As for the clock speed, this reached 5GHz if you are generous enough to include the absurd FX-9590 and count the maximum turbo clock speed. This is *not* 50% higher than the best K10 models, which could run all cores at their maximum speed all the time without violating a much more reasonable TDP - and on an older, larger process node to boot. Piledriver and Excavator did nudge north of 4GHz within reasonable TDPs, but that's not enough to overcome the other handicaps - and AMD had already given up on making Bulldozer "faster than the competition" by the time Excavator arrived.
The only trick left up Bulldozer's sleeve was core count. But we can directly compare Llano with Trinity - same process node, same core count, one with K10 and the other with Piledriver - to find that each Piledriver module takes up significantly more die space than a pair of hastily-shrunk K10s. Even after reducing the size of the iGPU (luckily it wasn't slower - they changed from VLIW5 to VLIW4 to save space), Trinity's total die size is larger than Llano's. We can extrapolate to say that simply shrinking K10 to 32nm should have allowed a Phenom II X8 within Vishera's die size, equalling the core count with much less R&D cost.

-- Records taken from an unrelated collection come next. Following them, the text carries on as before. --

package bot

import (
	"encoding/json"
	"fmt"
	"hash/fnv"
	"math"
	"strconv"
	"strings"
	"time"

	"github.com/lathmark-team/lathmark/internal/record"
	"github.com/lathmark-team/lathmark/internal/units"
)

// undoWindow is how far back undo reaches.
const undoWindow = 24 * time.Hour

// History windows, in weeks.
const (
	historyDefaultWeeks = 4
	historyMaxWeeks     = 104
)

// Audit actions written by the log commands.
const (
	auditLog       = "log"
	auditLogPB     = "log personal best"
	auditUndo      = "undo"
	auditUndoPB    = "undo personal best"
	auditImportCSV = "import csv"
)

// logCommands log jumps and read them back.
func logCommands() []command {
	return []command{
		{name: "log", topic: "log", access: selfOrCoach,
			usage:   "log ATHLETE|me BAR ATTEMPTS [BAR ATTEMPTS]... [meet] [by MARGIN] [approach M/S] [takeoff D] [peak P] [vz M/S] [note TEXT]",
			example: "log Kai 1.95 o 2.00 xo 2.04 xxx",
			summary: "log jumps: o cleared, x failed, - passed (or clear, miss, knock, pass). " +
				"by, approach, takeoff, peak and vz go with the jump written just before them, so given once at the end they describe the line's last jump; " +
				"meet applies to the whole line, note takes the rest of the line",
			run: runLog},
		{name: "undo", topic: "log", access: selfOrCoach, usage: "undo", example: "undo",
			summary: "take back your last logged line or import (within 24 hours) and say what went", run: runUndo},
		{name: "history", aliases: []string{"hist"}, topic: "log", access: selfOrCoach,
			usage: "history ATHLETE|me [Nw]", example: "history Kai 6w",
			summary: "one row per session (a day): heights in notation, best, make rate; last 4 weeks unless Nw (at most 104)", run: runHistory},
		{name: "best", aliases: []string{"bests"}, topic: "log", access: selfOrCoach,
			usage: "best ATHLETE|me", example: "best Kai",
			summary: "personal best, season best and practice best, with dates", run: runBest},
		{name: "export csv", aliases: []string{"csv export"}, topic: "log", access: selfOrCoach,
			usage: "export csv [ATHLETE] [since DATE|Nw]", example: "export csv Kai since 2026-01-01",
			summary: "a CSV file of attempts, one row each (all athletes for coaches)", run: runExportCSV},
		{name: "import csv", aliases: []string{"csv import"}, topic: "log", access: headOnly,
			usage: "import csv PATH", example: "import csv /home/coach/attempts.csv",
			summary: "read attempts from a CSV file on the bot's computer, or sent to the bot in chat (up to 2 MiB): all rows or none; rows whose message id was already handled are skipped", run: runImportCSV},
	}
}

// farFuture bounds open-ended scans (the store's keys end in 2262).
func farFuture() time.Time { return time.Date(2262, 1, 1, 0, 0, 0, 0, time.UTC) }

// lineOwner is the chat user lines are filed under; the terminal's
// operator may have no user id.
func (c *call) lineOwner() string {
	if c.req.UserID == "" {
		return "terminal"
	}
	return c.req.UserID
}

So from every angle, Bulldozer was a complete and utter failure,
even after making optimistic assumptions about software evolution.
By contrast, Ryzen achieves excellent performance on *current* productivity software, with remarkably few exceptions. No arguments about "performance potential" are needed in that context. Only in games, which are a rather different type of workload, is there a question-mark.